Eye-Brain Research Uncovers Potential New Way to Treat Glaucoma

Martha Snyder Taggart

BrightFocus Editor, Science Communications

  • Research News
Published on:
Blue chromosome DNA
Researchers are learning more about genetic factors behind neurodegenerative diseases—and how a common mutation behaves differently in glaucoma versus Alzheimer’s.

New research by 2021-24 Alzheimer’s Disease Research (ADR) grantee Oleg Butovsky, PhD (Brigham & Women’s and Harvard) has shown that APOE4, a common gene variant that increases the risk of Alzheimer’s disease, has a very different impact on glaucoma. 

In both diseases, immune cells called microglia switch from “normal” to “neurodegenerative,” causing inflammation. However, in a mouse model, APOE4 inhibited an inflammatory protein called galectin-3 and protected against optic nerve damage, even with elevated intraocular pressure.   

In the same study, researchers discovered a potential new treatment. They successfully used galactin-3 inhibitors to target the APOE signaling pathway and prevent the destruction of neurons in the eyes of mice with glaucoma (Margeta MA et al, Immunity, 2022). 

Galactin-3 inhibitors can be derived from natural sources and are currently in clinical trials for the lung disease pulmonary fibrosis. Moving forward, Dr. Butovsky and colleagues plan to test their efficacy in glaucoma animal models and explore minimally invasive ways to deliver the drug, such as by mouth or in a slow-release gel.

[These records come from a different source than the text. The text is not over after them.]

import { BadEntry, readEntry, type Envelope } from '$lib/chain/entry';
import { canonical } from '$lib/chain/canonical';
import { payloadSchema } from '../record';
import type { Findings } from './report';
import type { Source, StoredEntry } from './source';

/** The state carried from entry to entry. */
interface Running {
	at: string;
	readonly heads: Map<string, { n: number; seq: number }>;
}

const columns = ['seq', 'at', 'type', 'actor'] as const;

const columnFault = (row: StoredEntry, entry: Envelope): string | undefined => {
	const column = columns.find((name) => row[name] !== entry[name]);
	return column && `the column ${column} says ${String(row[column])}, the bytes say ${String(entry[column])}`;
};

const payloadFault = ({ type, v, payload }: Envelope): string | undefined => {
	const schema = payloadSchema(type, v);
	if (!schema) return `unknown event ${type} version ${v}`;
	const parsed = schema.safeParse(payload);
	if (!parsed.success) {
		const issue = parsed.error.issues[0]!;
		return `schema: /payload/${issue.path.join('/')} ${issue.message}`;
	}
	return canonical(parsed.data) === canonical(payload)
		? undefined
		: 'schema: the payload is not in its stored form';
};

/** Each subject's count and predecessor continue what came before, so that no entry of one subject can be left out. */
const chainFault = ({ seq, subjects }: Envelope, { heads }: Running): string | undefined => {
	let fault: string | undefined;
	for (const { ref, n, prev } of subjects) {
		const head = heads.get(ref) ?? { n: 0, seq: null };
		if (n !== head.n + 1 || prev !== head.seq) fault ??= `subjects: ${ref} is counted ${n} after ${head.n}`;
		heads.set(ref, { n, seq });
	}
	return fault;
};

const checkSubjectRows = (entry: Envelope, source: Source, findings: Findings): void => {
	const rows = source.subjects.all(entry.seq);
	const said = entry.subjects.map(({ ref, n }) => `${ref} (${n})`);
	const stored = new Set(rows.map(({ ref, n }) => `${ref} (${n})`));
	const lost = said.find((subject) => !stored.has(subject));
	if (lost) findings.fault('subject', `E-${entry.seq}`, `the row of its subject ${lost} is missing`);
	const extra = [...stored].find((subject) => !said.includes(subject));
	if (extra)
		findings.fault(
			'subject',
			`E-${entry.seq}`,
			`a row gives it the subject ${extra}, which its bytes do not`
		);
};

/** Judges one entry at a time, in order; `check` gives the parsed entry, or undefined when its bytes cannot be read. */
export const entryChecker = (source: Source, findings: Findings) => {
	const running: Running = { at: '', heads: new Map() };
	const check = (row: StoredEntry): Envelope | undefined => {
		const where = `E-${row.seq}`;
		const say = (words: string | undefined): void => {
			if (words !== undefined) findings.fault('entry', where, words);
		};
		try {
			const entry = readEntry(row.bytes);
			say(columnFault(row, entry));
			say(entry.at < running.at ? `order: its time ${entry.at} lies before ${running.at}` : undefined);
			say(payloadFault(entry));
			say(chainFault(entry, running));
			checkSubjectRows(entry, source, findings);
			running.at = entry.at;
			return entry;
		} catch (cause) {
			if (!(cause instanceof BadEntry)) throw cause;
			say(cause.message);
			return undefined;
		}
	};
	return {
		check,
		last: () => running.at,
		subjects: () => [...running.heads.values()].reduce((sum, { n }) => sum + n, 0)
	};
};
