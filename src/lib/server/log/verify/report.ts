/** What a fault concerns, in the order in which the parts are checked. */
export const parts = [
	'file',
	'schema',
	'entry',
	'subject',
	'node',
	'checkpoint',
	'blob',
	'gate',
	'head',
	'replay',
	'table'
] as const;
export type Part = (typeof parts)[number];

export interface Fault {
	readonly part: Part;
	/** What a person cites: `E-12`, `node 40`, `checkpoint 8`, `sha256:…`, `model M-014`. */
	readonly where: string;
	readonly words: string;
}

/** A cell that differs between the register and its replay; columns are absent where a whole row is. */
export interface Difference {
	readonly table: string;
	readonly key: string;
	readonly column?: string;
	readonly live?: unknown;
	readonly replayed?: unknown;
	/** The entry that wrote the replayed row, or the live one where there is no replayed row. */
	readonly entry: number | null;
}

export interface Report {
	readonly origin?: string;
	readonly verifierKey?: string;
	readonly entries: number;
	readonly nodes: number;
	readonly checkpoints: number;
	readonly blobs: number;
	readonly tables: number;
	readonly rows: number;
	/** Root over all entries, hexadecimal. */
	readonly root?: string;
	/** The first fault of each part, and how many more of the part there are. */
	readonly faults: readonly (Fault & { readonly more: number })[];
	readonly differences: readonly Difference[];
	/** What could not be looked at, and why. */
	readonly notChecked: readonly string[];
	/** Sound, but a reader must know it. */
	readonly remarks: readonly string[];
	/** True when no key from outside was given, so that nobody vouches for the one that E-0 names. */
	readonly unvouched: boolean;
}

/** Collects faults; keeps the first of each part and counts the rest. */
export class Findings {
	readonly #first = new Map<Part, Fault & { more: number }>();
	readonly differences: Difference[] = [];
	readonly notChecked: string[] = [];
	readonly remarks: string[] = [];

	fault(part: Part, where: string, words: string): void {
		const first = this.#first.get(part);
		if (first) first.more++;
		else this.#first.set(part, { part, where, words, more: 0 });
	}

	has(...wanted: readonly Part[]): boolean {
		return wanted.some((part) => this.#first.has(part));
	}

	faults(): (Fault & { more: number })[] {
		return parts.flatMap((part) => this.#first.get(part) ?? []);
	}
}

They also will explore the patient population in which this approach might prove most useful, such as people with elevated levels of galectin-3 in their biofluids.  That could pave the way for clinical trials to test galectin-3 inhibition as a glaucoma therapy. 

In addition to identifying a potential new glaucoma therapy, this cross-cutting research involves funding agencies from both the Alzheimer’s and glaucoma research worlds. Dr. Butovsky’s lab is examining how APOE4 shapes the interactions between peripheral immune cells and microglial immune cells in both the brain and eye. Two of the world’s leading Alzheimer’s authorities are coauthors on the report: David Holtzman, MD (Washington U at St. Louis), who co-chairs the BrightFocus ADR Scientific Review Committee (SRC), and Rudolph Tanzi, PhD (Mass General and Harvard), a former ADR grantee and current mentor on an ADR postdoctoral fellowship grant.   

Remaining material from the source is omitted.